THE health service is scarcely out of the news these days - and usually for all the wrong reasons.

Yesterday, we reported that beds at York Hospital were set to be closed. That news followed the revelation 200 hospital posts were to be cut, and a mental health rehabilitation unit in York could shut.

Yesterday we asked: where is it all going to end? Today we make no apology for asking that question again. Because if anything, the news today is even worse.

Hospital bosses in York have revealed they will need to save more than £16 million over the next five years. That works out at more than £3 million a year.

Precisely what the impact of these cuts will be has not yet been revealed. But it is not hard to imagine. More beds closing; more posts lost; staff morale plunging ever lower.

The financial crisis facing York Hospital is the direct consequence of the debt racked up by the Selby and York Primary Care Trust - the body which commissions health care in this region.

As it struggles to recover from its own £23 million debt, it is saying it will refer fewer patients to hospital.

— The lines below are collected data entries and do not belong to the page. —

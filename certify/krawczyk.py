"""Every zero of a system in a box: subdivision, exclusion and the Krawczyk test.

A *system* is ``h(x, p) = 0`` with ``m`` equations in ``n`` unknowns ``x`` and
parameters ``p`` that range over a box (an interval parameter means "for every value").
The search splits the box, discards pieces where some ``h_i`` certainly has no zero
(exclusion), and proves zeros with the Krawczyk operator (Krawczyk 1969; Moore 1977,
both (from memory))::

    K(X) = m - C h(m, p^) - (C J_p(m, P)) (P - p^) + (I - C J_x(X, P)) (X - m)

with ``m`` the midpoint of the box ``X``, ``p^`` the midpoint of the parameter box ``P``
and ``C`` any float matrix (here an approximate inverse of the midpoint of ``J_x``).
For every fixed ``p`` in ``P`` every zero of ``h(., p)`` in ``X`` lies in ``K(X)`` (mean
value theorem row by row), and ``K(X)`` inside the interior of ``X`` proves that
``h(., p)`` has exactly one zero in ``X``. The parameter term is the mean-value form in
``p``: it keeps the enclosure of a zero that moves with ``p`` close to the set it sweeps.

Everything runs on batches of boxes with the outward-rounded kernels of
:mod:`certify.interval`; floats serve only to choose midpoints, ``C`` and the Newton
guesses that the test then proves or rejects.
"""

from __future__ import annotations

from dataclasses import dataclass, replace

import numpy as np
import sympy

from . import interval as iv
from .program import compile_program

__all__ = ["RootSystem", "RootSearch", "find_roots", "krawczyk", "evaluate", "split_boxes",
           "merge_boxes"]

#: Relative widening of a box before the Krawczyk test, so that a zero on a face is inside.
INFLATION = 1.0 / 64
#: Newton iterations from each guess.
NEWTON_STEPS = 30
#: Rounds of epsilon-inflation around a Newton guess.
INFLATION_ROUNDS = 12
#: Rounds of growing a proven box (doubling) into a larger region of uniqueness.
GROWTH_ROUNDS = 20
#: Most pieces of the parameter box when a moving zero is proven piece by piece.
MAX_PIECES = 64
#: Most failed retries (symbolic preconditioning, pieces) in one search; each compiles.
MAX_RETRIES = 8
#: Most Newton guesses verified in one level (more only when zeros are not isolated).
MAX_GUESSES = 64


@dataclass(frozen=True)
class RootSystem:
    """A system ``h(x, p) = 0`` compiled for interval and float evaluation.

    Attributes
    ----------
    values : certify.program.Program
        ``h`` (m outputs); inputs are the n unknowns followed by the parameters.
    jacobian : certify.program.Program or None
        ``dh/dx`` row-major (``m * n`` outputs); None when no derivative exists
        (then only exclusion is possible).
    param_jacobian : certify.program.Program or None
        ``dh/dp`` for the interval parameters, row-major (``m * len(interval_params)``
        outputs); None when no parameter is an interval.
    params : ndarray, shape (n_params, 2)
        Float enclosures of the parameter boxes, in input order.
    interval_params : tuple of int
        Positions (in `params`) of the parameters that are intervals.
    exprs : tuple of sympy.Expr
        ``h`` as expressions (empty when unknown); with `inputs` they let a zero that the
        plain test cannot prove be retried with the preconditioner applied symbolically.
    inputs : tuple of sympy.Symbol
        The program inputs: the unknowns, then the parameters.
    """

    values: object
    jacobian: object
    param_jacobian: object
    params: np.ndarray
    interval_params: tuple
    exprs: tuple = ()
    inputs: tuple = ()

    @property
    def n_params(self):
        """int: number of parameter inputs."""
        return len(self.params)

    def point_params(self):
        """ndarray, shape (n_params,): the float midpoints of the parameter boxes."""
        return 0.5 * (self.params[:, 0] + self.params[:, 1]) if self.n_params else np.zeros(0)


@dataclass(frozen=True)
class RootSearch:
    """The result of :func:`find_roots`.

    Attributes
    ----------
    lo, hi : ndarray, shape (k, n)
        Box ``i`` holds exactly one zero of ``h(., p)`` for every ``p`` in the parameter
        box (with a Jacobian) and meets the search box; distinct boxes hold distinct zeros.
    unresolved_lo, unresolved_hi : ndarray, shape (u, n)
        Pieces of the search box that could not be cleared; every zero of the search box
        that is not in a box of ``lo, hi`` lies in one of them.
    n_boxes : int
        Number of boxes examined.
    """

    lo: np.ndarray
    hi: np.ndarray
    unresolved_lo: np.ndarray
    unresolved_hi: np.ndarray
    n_boxes: int

    @property
    def complete(self):
        """bool: True when the search box outside the reported boxes is proven free of zeros."""
        return len(self.unresolved_lo) == 0


def evaluate(program, lo, hi, params):
    """Interval evaluation of a program on boxes with parameter boxes appended.

    Parameters
    ----------
    program : certify.program.Program
    lo, hi : ndarray, shape (N, n)
    params : ndarray, shape (n_params, 2) or (N, n_params, 2)
        The same parameter boxes for every row, or one set per row.

    Returns
    -------
    lo, hi : ndarray, shape (N, n_outputs)
        Outward-rounded; NaN marks unusable rows.
    """
    count = len(lo)
    params = np.broadcast_to(params, (count,) + np.shape(params)[-2:])
    cols_lo = list(lo.T) + list(params[:, :, 0].T)
    cols_hi = list(hi.T) + list(params[:, :, 1].T)
    out = program.interval_columns(cols_lo, cols_hi)
    return (np.stack([o[0] for o in out], -1).reshape(count, len(out)),
            np.stack([o[1] for o in out], -1).reshape(count, len(out)))
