class FloatArith(PairStorage):
    """Intervals as pairs of float64 arrays rounded outward (see the module notes).

    Parameters
    ----------
    pieces : Pieces
        How wide boxes are cut (:class:`certify.check._arith.Pieces`); the default
        evaluates them whole, as the prover does.
    """

    name = "float"

    def __init__(self, pieces=Pieces()):
        self.pieces = pieces
        self.plans = {}
        self._constants = {}
        self._flint = EndpointArith()
        self.zero = (0.0, 0.0)

    def enter(self):
        """Nothing to set: float64 operations need no working precision."""

    # -- construction --------------------------------------------------------------------
    def exact(self, x):
        """Point intervals of float values (infinite values are unusable)."""
        v = _usable(x)
        return v, v

    def box(self, lo, hi):
        """Intervals ``[lo, hi]`` from float bounds (the hull when they are swapped)."""
        lo, hi = _usable(lo), _usable(hi)
        bad = np.isnan(lo) | np.isnan(hi)
        return _nan_where(bad, np.minimum(lo, hi), np.maximum(lo, hi))

    def rational(self, lo, hi):
        """Interval ``[lo, hi]`` from two Fractions (0-d, rounded outward)."""
        return np.float64(float_down(lo)), np.float64(float_up(hi))

    def rationals(self, lo, hi):
        """Intervals from object arrays of Fractions (rounded outward)."""
        return _floats_down(lo), _floats_up(hi)

    def constant(self, spec):
        """Interval of a constant spec of :mod:`certify.check._programs` (cached)."""
        if spec not in self._constants:
            self._flint.enter()
            lo, hi = self._flint.constant(spec)
            self._constants[spec] = np.float64(float_down(lo)), np.float64(float_up(hi))
        return self._constants[spec]

    # -- bounds and predicates -----------------------------------------------------------
    def finite(self, a):
        return np.isfinite(a[0]) & np.isfinite(a[1])

    def sum_lower(self, a, b):
        """``a + b`` rounded down, for float arrays."""
        return _sum(a, b, DOWN)

    def sum_upper(self, a, b):
        return _sum(a, b, UP)

    # -- operations ----------------------------------------------------------------------
    def add(self, a, b):
        return _sum(a[0], b[0], DOWN), _sum(a[1], b[1], UP)

    def sub(self, a, b):
        return _sum(a[0], -b[1], DOWN), _sum(a[1], -b[0], UP)

    def neg(self, a):
        return -a[1], -a[0]

    def mul(self, a, b):
        if b[0] is b[1]:
            a, b = b, a
        # the extremes of x * y lie at the corners; a point factor has two
        products = [x * y for x in (a[:1] if a[0] is a[1] else a) for y in b]
        lo, hi = reduce(np.minimum, products), reduce(np.maximum, products)
        (alo, ahi), (blo, bhi) = a, b
        return _settle(lo, hi,
                       lambda: ((alo < 0) & (bhi > 0)) | ((ahi > 0) & (blo < 0)),
                       lambda: ((alo < 0) & (blo < 0)) | ((ahi > 0) & (bhi > 0)))

    def div(self, a, b):
        alo, ahi = a
        blo, bhi = b
        positive = blo > 0
        bad = ~positive & ~(bhi < 0)
        # over a positive divisor the quotient grows with the numerator and the lowest
        # value has the numerator's lower end; over a negative one the upper end
        top, bottom = np.where(positive, ahi, alo), np.where(positive, alo, ahi)
        lo = np.minimum(bottom / blo, bottom / bhi)
        hi = np.maximum(top / blo, top / bhi)
        lo, hi = _settle(lo, hi,
                         lambda: ((alo < 0) & positive) | ((ahi > 0) & ~positive),
                         lambda: ((ahi > 0) & positive) | ((alo < 0) & ~positive))
        # inf / inf: NaN in one candidate; the interval is unusable
        return _nan_where(bad | np.isnan(lo) | np.isnan(hi), lo, hi)

    def pow_int(self, a, n):
        alo, ahi = a
        if n % 2:
            lo = np.where(alo >= 0, _power_down(np.abs(alo), n), -_power_up(np.abs(alo), n))
            hi = np.where(ahi >= 0, _power_up(np.abs(ahi), n), -_power_down(np.abs(ahi), n))
            return lo, hi
        small, large = np.minimum(np.abs(alo), np.abs(ahi)), np.maximum(np.abs(alo), np.abs(ahi))
        small = np.where((alo <= 0) & (ahi >= 0), 0.0, small)
        return _nan_where(np.isnan(alo), _power_down(small, n), _power_up(large, n))

    def _by_flint(self, compute, a):
        """Apply an EndpointArith operation to exact arb copies of the ends."""
        ends = [np.asarray(np.frompyfunc(arb, 1, 1)(np.asarray(x, dtype=float)), dtype=object)
                for x in a]
        self._flint.enter()
        lo, hi = compute(tuple(ends))
        lo, hi = _floats_down(lo), _floats_up(hi)
        bad = np.isnan(lo) | np.isnan(hi)
        return _nan_where(bad, lo, hi)

    def pow_real(self, a, q):
        return self._by_flint(lambda e: self._flint.pow_real(e, q), a)

    def sqrt(self, a):
        alo, ahi = a
        bad = ~(alo >= 0)
        lo = np.maximum(_step(np.sqrt(np.maximum(alo, 0.0)), DOWN), 0.0)
        return _nan_where(bad, lo, _step(np.sqrt(np.maximum(ahi, 0.0)), UP))

    def iabs(self, a):
        alo, ahi = a
        lo = np.where(alo >= 0, alo, np.where(ahi <= 0, -ahi, 0.0))
        return _nan_where(np.isnan(alo), lo, np.maximum(np.abs(alo), np.abs(ahi)))

    def imin(self, a, b):
        return np.minimum(a[0], b[0]), np.minimum(a[1], b[1])

    def imax(self, a, b):
        return np.maximum(a[0], b[0]), np.maximum(a[1], b[1])

    def function(self, name, a):
        """An elementary function: ``sqrt``, ``sin`` and ``cos`` in floats
        (:mod:`certify.check._trig`), the others by python-flint."""
        if name == "sqrt":
            return self.sqrt(a)
        if name in ("sin", "cos"):
            from ._trig import periodic     # it builds on this module's rounding
            lo, hi, left = periodic(self, name, a)
            if left.any():
                ends = [np.broadcast_to(x, lo.shape)[left] for x in a]
                lo[left], hi[left] = self._by_flint(
                    lambda e: self._flint.function(name, e), ends)
            return lo, hi
        return self._by_flint(lambda e: self._flint.function(name, e), a)

    def cover(self, box, pieces):
        """Sub-boxes covering a box: each row halved ``log2(pieces)`` times, every time
        along its widest side (any float cut point inside a side gives a cover)."""
        out = [box]
        while pieces > 1:
            out = [half for piece in out for half in self._halves(piece)]
            pieces //= 2
        return out

    @staticmethod
    def _halves(box):
        widths = np.stack([np.broadcast_to(hi - lo, np.shape(box[0][0]))
                           for lo, hi in box], axis=-1)
        widest = np.argmax(np.nan_to_num(widths, nan=0.0), axis=-1)
        left, right = [], []
        for k, (lo, hi) in enumerate(box):
            mid = np.minimum(np.maximum(0.5 * lo + 0.5 * hi, lo), hi)
            cut = widest == k
            left.append((lo, np.where(cut, mid, hi)))
            right.append((np.where(cut, mid, lo), hi))
        return [left, right]

    def hull(self, a, b):
        return np.minimum(a[0], b[0]), np.maximum(a[1], b[1])

    def intersect(self, a, b):
        """Intersection; NaN where it is empty or an end is not finite."""
        lo, hi = np.maximum(a[0], b[0]), np.minimum(a[1], b[1])
        good = (lo <= hi) & np.isfinite(lo) & np.isfinite(hi)
        return _nan_where(~good, lo, hi)

    def inverse(self, A):
        """Enclosure of ``A^-1`` for invertible float matrices.

        ``C`` the float inverse of ``A``; with ``delta = ||I - C A||_inf < 1``,
        ``|A^-1 - C| <= delta / (1 - delta) ||C||_inf`` entrywise (docs/method.md,
        ``interval_inverse``). Norms are folded left, rounded up.

        Parameters
        ----------
        A : ndarray, shape (N, n, n)

        Returns
        -------
        list of list of intervals, n x n
        """
        n = A.shape[-1]
        C = float_inverse(A)
        # C A for all entries at once, the inner index folded left
        P = None
        for l in range(n):
            term = self.mul(self.exact(C[:, :, l, None]), self.exact(A[:, None, l, :]))
            P = term if P is None else self.add(P, term)
        eye = np.eye(n)
        R = _sum(eye, -P[1], DOWN), _sum(eye, -P[0], UP)
        size = np.maximum(np.abs(R[0]), np.abs(R[1]))
        delta, norm_c = _row_sums_up(size), _row_sums_up(np.abs(C))
        ok = delta < 1
        room = _sum(np.float64(1.0), -np.where(ok, delta, 0.0), DOWN)
        eps = np.where(ok, _step(_step(delta / room, UP) * norm_c, UP), np.nan)[:, None, None]
        lo, hi = _sum(C, -eps, DOWN), _sum(C, eps, UP)
        return [[(lo[:, i, j], hi[:, i, j]) for j in range(n)] for i in range(n)]
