#: Multiples of the float estimate of the equilibrium's movement tried as radii, per
#: axis (above two states every other one, so that the screening stays cheap).
FACTORS = (1.25, 1.5, 2.0, 3.0, 4.0, 6.0, 9.0, 14.0, 20.0, 30.0)
#: Interval proofs tried per equilibrium, best float screening first.
ATTEMPTS = 3
#: Bisection depth of the face and region covers (per free axis).
COVER_DEPTH = 7


@dataclass(frozen=True)
class BoxRegion:
    """A proven trapping region ``{c + T u : |u_i| <= r_i}`` (binary fractions).

    Attributes
    ----------
    centre : ndarray, shape (n,)
    frame : ndarray, shape (n, n)
        ``T``: column ``k`` is the direction of ``u_k``.
    radii : ndarray, shape (n,)
    pieces : int
        Face and region pieces of the proof.
    """

    centre: np.ndarray
    frame: np.ndarray
    radii: np.ndarray
    pieces: int

    def coordinates(self, x):
        """Float ``u = T^-1 (x - c)`` of points ``x`` (not rigorous; for checks)."""
        return np.linalg.solve(self.frame, (np.atleast_2d(x) - self.centre).T).T


def _idet(lo, hi):
    """Interval determinant of an interval matrix by Laplace expansion (small n)."""
    n = lo.shape[0]
    if n == 1:
        return lo[0, 0], hi[0, 0]
    acc_lo, acc_hi = np.zeros(1), np.zeros(1)
    rows = np.arange(1, n)
    for k in range(n):
        cols = [j for j in range(n) if j != k]
        mlo, mhi = _idet(lo[np.ix_(rows, cols)], hi[np.ix_(rows, cols)])
        plo, phi = iv.mul(np.atleast_1d(lo[0, k]), np.atleast_1d(hi[0, k]),
                          np.atleast_1d(mlo), np.atleast_1d(mhi))
        if k % 2:
            plo, phi = -phi, -plo
        acc_lo, acc_hi = iv.add(acc_lo, acc_hi, plo, phi)
    return acc_lo[0], acc_hi[0]


def normals(frame):
    """Interval rows of ``sign(det T) adj(T)``, or None when ``det T`` may be 0.

    Returns
    -------
    lo, hi : ndarray, shape (n, n)
        Row ``i`` encloses a positive multiple of row ``i`` of ``T^-1``.
    """
    n = len(frame)
    dlo, dhi = _idet(frame, frame)
    if dlo <= 0 <= dhi:
        return None
    sign = 1.0 if dlo > 0 else -1.0
    lo, hi = np.zeros((n, n)), np.zeros((n, n))
    if n == 1:
        return np.full((1, 1), sign), np.full((1, 1), sign)
    for i in range(n):
        for j in range(n):
            # adj(T)_ij = (-1)^(i+j) det(T without row j and column i)
            keep_r = [r for r in range(n) if r != j]
            keep_c = [c for c in range(n) if c != i]
            sub = frame[np.ix_(keep_r, keep_c)]
            mlo, mhi = _idet(sub, sub)
            if (i + j) % 2:
                mlo, mhi = -mhi, -mlo
            lo[i, j], hi[i, j] = (mlo, mhi) if sign > 0 else (-mhi, -mlo)
    return lo, hi


def _states(centre, frame, ulo, uhi):
    """Enclosure of ``c + T u`` for ``u`` in boxes."""
    n = len(centre)
    xlo = np.tile(centre, (len(ulo), 1)).astype(float)
    xhi = xlo.copy()
    for j in range(n):
        for k in range(n):
            plo, phi = iv.mul(frame[j, k], frame[j, k], ulo[:, k], uhi[:, k])
            xlo[:, j], xhi[:, j] = iv.add(xlo[:, j], xhi[:, j], plo, phi)
    return xlo, xhi


def _dot(nlo, nhi, flo, fhi):
    """Interval ``sum_j N_j F_j`` per row, ``N`` an interval vector, ``F`` (N, n)."""
    acc_lo, acc_hi = np.zeros(len(flo)), np.zeros(len(flo))
    for j in range(len(nlo)):
        acc_lo, acc_hi = iv.add(acc_lo, acc_hi, *iv.mul(nlo[j], nhi[j], flo[:, j], fhi[:, j]))
    return acc_lo, acc_hi


def _at_midpoint(programs, sensitivity, params, nlo, nhi, mlo, mhi):
    """``N . f`` at the points `mlo`..`mhi` for every parameter value.

    The natural form, intersected with the mean-value form in the parameters
    ``N . f(m, p0) + sum_k (N . df/dp_k(m, P)) (P_k - p0_k)`` when `sensitivity` gives
    ``(program of df/dp, positions of the interval parameters)``.
    """
    flo, fhi = evaluate_boxes(programs.field, mlo, mhi, params)
    out_lo, out_hi = _dot(nlo, nhi, flo, fhi)
    if sensitivity is None:
        return out_lo, out_hi
    program, positions = sensitivity
    p0 = [0.5 * (a + b) for a, b in params]
    # only the interval parameters move to their midpoint: the others keep their
    # enclosures, which hold their exact values
    mid = [(p0[k], p0[k]) if k in positions else tuple(params[k]) for k in range(len(params))]
    flo, fhi = evaluate_boxes(programs.field, mlo, mhi, mid)
    acc_lo, acc_hi = _dot(nlo, nhi, flo, fhi)
    dlo, dhi = evaluate_boxes(program, mlo, mhi, params)
    n, m = len(nlo), len(positions)
    for col, k in enumerate(positions):
        glo, ghi = _dot(nlo, nhi, dlo[:, col::m][:, :n], dhi[:, col::m][:, :n])
        wlo, whi = iv.sub(params[k][0], params[k][1], p0[k], p0[k])
        acc_lo, acc_hi = iv.add(acc_lo, acc_hi, *iv.mul(glo, ghi, wlo, whi))
    return np.fmax(out_lo, acc_lo), np.fmin(out_hi, acc_hi)


def _face_rate_hi(programs, sensitivity, params, centre, frame, nlo, nhi, ulo, uhi):
    """Upper bound of ``N_i . f`` on pieces: natural form and mean-value form in ``u``."""
    n = len(centre)
    xlo, xhi = _states(centre, frame, ulo, uhi)
    flo, fhi = evaluate_boxes(programs.field, xlo, xhi, params)
    _, nat_hi = _dot(nlo, nhi, flo, fhi)
    um = np.clip(0.5 * (ulo + uhi), ulo, uhi)
    mlo, mhi = _states(centre, frame, um, um)
    acc_lo, acc_hi = _at_midpoint(programs, sensitivity, params, nlo, nhi, mlo, mhi)
    jlo, jhi = evaluate_boxes(programs.jacobian, xlo, xhi, params)
    dlo, dhi = iv.sub(ulo, uhi, um, um)
    for k in range(n):
        # column k of Df T, then N . it
        clo, chi = np.zeros((len(ulo), n)), np.zeros((len(ulo), n))
        for j in range(n):
            for m in range(n):
                plo, phi = iv.scale(jlo[:, j * n + m], jhi[:, j * n + m], frame[m, k])
                clo[:, j], chi[:, j] = iv.add(clo[:, j], chi[:, j], plo, phi)
        glo, ghi = _dot(nlo, nhi, clo, chi)
        acc_lo, acc_hi = iv.add(acc_lo, acc_hi, *iv.mul(glo, ghi, dlo[:, k], dhi[:, k]))
    return np.fmin(nat_hi, acc_hi)


def prove_box_region(programs, params, centre, frame, radii, *, sensitivity=None,
                     depth=COVER_DEPTH):
    """Prove ``{c + T u : |u_i| <= r_i}`` forward invariant and inside the limits.

    Parameters
    ----------
    programs : certify.taylor.FlowPrograms
        With a Jacobian (Taylor order at least 2).
    params : sequence of (float, float)
    centre : ndarray, shape (n,)
    frame : ndarray, shape (n, n)
    radii : ndarray, shape (n,)
        Positive.
    sensitivity : tuple, optional
        ``(program, positions)``: the program of ``df/dp`` (inputs states and parameters,
        outputs ``df_i/dp_k`` row-major over the parameters at `positions`) for the
        mean-value form in the parameters.
    depth : int
        Bisections per free axis of each cover.

    Returns
    -------
    BoxRegion or None
    """
    n = len(centre)
    found = normals(frame)
    if found is None or programs.jacobian is None or not np.all(radii > 0):
        return None
    nlo, nhi = found
    pieces = 0
    for i in range(n):
        for side in (1.0, -1.0):
            lo, hi = -radii.astype(float), radii.astype(float)
            lo[i] = hi[i] = side * radii[i]
            snlo, snhi = (nlo[i], nhi[i]) if side > 0 else (-nhi[i], -nlo[i])

            def inward(ulo, uhi, snlo=snlo, snhi=snhi):
                return (_face_rate_hi(programs, sensitivity, params, centre, frame, snlo, snhi,
                                      ulo, uhi) < 0).astype(int)

            cover = _bisect_until_proven(lo, hi, [j for j in range(n) if j != i], depth, inward)
            if cover is None:
                return None
            pieces += len(cover[0])

    def keeps_limits(ulo, uhi):
        xlo, xhi = _states(centre, frame, ulo, uhi)
        glo, _ = evaluate_limits(programs, xlo, xhi, params)
        return np.all(glo >= 0, axis=1).astype(int)

    cover = _bisect_until_proven(-radii.astype(float), radii.astype(float), list(range(n)),
                                 depth, keeps_limits)
    if cover is None:
        return None
    return BoxRegion(centre=centre, frame=frame, radii=radii, pieces=pieces + len(cover[0]))


def _newton(programs, x, p, steps=30, differences=None):
    """Float Newton iterations for ``f(x, p) = 0`` from the rows of `x` (NaN rows fail);
    `differences` are the central-difference steps of a model without a Jacobian
    program (:func:`certify.trapping.float_jacobians`)."""
    x = np.array(x, float, ndmin=2)
    for _ in range(steps):
        f = programs.field.point_at(x, p)
        jac = float_jacobians(programs, x, p, differences)
        ok = np.all(np.isfinite(jac), axis=(1, 2)) & (np.abs(np.linalg.det(jac)) > 0)
        step = np.full_like(x, np.nan)
        if np.any(ok):
            step[ok] = np.linalg.solve(jac[ok], f[ok][..., None])[..., 0]
        x = x - step
    return x


def _equilibrium(programs, x, p):
    """Float Newton estimate of the equilibrium near `x` at `p` (None when it fails)."""
    y = _newton(programs, x, p)[0]
    return y if np.all(np.isfinite(y)) else None


def float_equilibria(model, programs, p, starts=None):
    """Float estimates of the equilibria at the parameter point `p` (not rigorous).

    Newton's method from `starts`: a grid of that many points per state over the window
    (by default about 400 points in all), or an array of points, shape (m, n); the ends
    inside the window, without repeats. Programs without a Jacobian (models with kinks)
    are differenced centrally, in steps of ``KINK_STEP`` of the window's sides.

    Returns
    -------
    list of ndarray, shape (n,)
    """
    lo = np.array([float(a) for a, _ in model.window])
    hi = np.array([float(b) for _, b in model.window])
    if starts is None or np.ndim(starts) == 0:
        count = starts or max(3, int(400 ** (1 / len(model.window))))
        axes = [a + (b - a) * (np.arange(count) + 0.5) / count for a, b in zip(lo, hi)]
        starts = np.stack(np.meshgrid(*axes, indexing="ij"), -1).reshape(-1, len(lo))
    found = []
    tol = 1e-7 * (hi - lo)
    with np.errstate(all="ignore"):
        ends = _newton(programs, starts, p, differences=KINK_STEP * (hi - lo))
        for x in ends:
            if not np.all(np.isfinite(x)) or np.any(x < lo - tol) or np.any(x > hi + tol):
                continue
            f = programs.field.point(np.concatenate([x, p]))
            if np.max(np.abs(f)) > 1e-9 * (1 + np.max(np.abs(x))):
                continue
            if not any(np.all(np.abs(x - y) <= 1e3 * tol) for y in found):
                found.append(x)
    return found


def _frames(jac, width):
    """Candidate frames around a stable node: eigenvectors, some swapped for state axes.

    Column ``k`` of the first frame is the eigenvector of eigenvalue ``k`` (unit length
    in window units). Then every frame with one eigenvector replaced by one state axis,
    then the state axes. A face along a slow direction of a moving equilibrium can need
    another tilt than the linearisation's (in a chemostat, a face of constant
    substrate), and which one only the float screening of :func:`find_box_region` tells.
    Frames with ``|det|`` below ``1e-3`` (in window units) are left out.
    """
    values, vectors = np.linalg.eig(jac)
    if np.any(np.abs(values.imag) > 0) or np.any(values.real >= 0):
        return []
    vectors = vectors.real / np.linalg.norm(vectors.real / width[:, None], axis=0)
    axes = np.diag(width)
    n = len(width)
    frames = [vectors]
    for k in range(n):
        for j in range(n):
            frame = vectors.copy()
            frame[:, k] = axes[:, j]
            frames.append(frame)
    frames.append(axes)
    out = []
    for frame in frames:
        frame = _binary(frame)
        if abs(np.linalg.det(frame / width[:, None])) >= 1e-3 \
                and not any(np.array_equal(frame, f) for f in out):
            out.append(frame)
    return out


def parameter_grid(params, positions):
    """The points ``{lo, mid, hi}^k`` over the interval parameters at `positions`.

    The other parameters sit at their midpoint (they are points, or enclosures of one
    value). For more than three interval parameters only the corners and the midpoint.
    """
    p = np.array(params, float).reshape(-1, 2)
    base = 0.5 * (p[:, 0] + p[:, 1])
    if not positions:
        return base[None]
    levels = (0.0, 0.5, 1.0) if len(positions) <= 3 else (0.0, 1.0)
    rows = []
    for t in product(levels, repeat=len(positions)):
        row = base.copy()
        for k, tk in zip(positions, t):
            row[k] = p[k, 0] + tk * (p[k, 1] - p[k, 0])
        rows.append(row)
    if len(positions) > 3:
        rows.append(base)
    return np.array(rows)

To some extent, that is part of a long-term plan for the future of the health service. The trend has been towards reducing the need for hospital stays by treating patients as outpatients, or providing

operations on a day-case basis.

But the bleak picture in York is repeated nationwide. More than 7,000 health service jobs are being lost, and a poll for the Royal College of Nursing revealed almost half of senior nurses have seen cuts in staff in the last year.

That doesn't sound to us like the health service's best year ever, despite what embattled Health Secretary Patricia Hewitt says.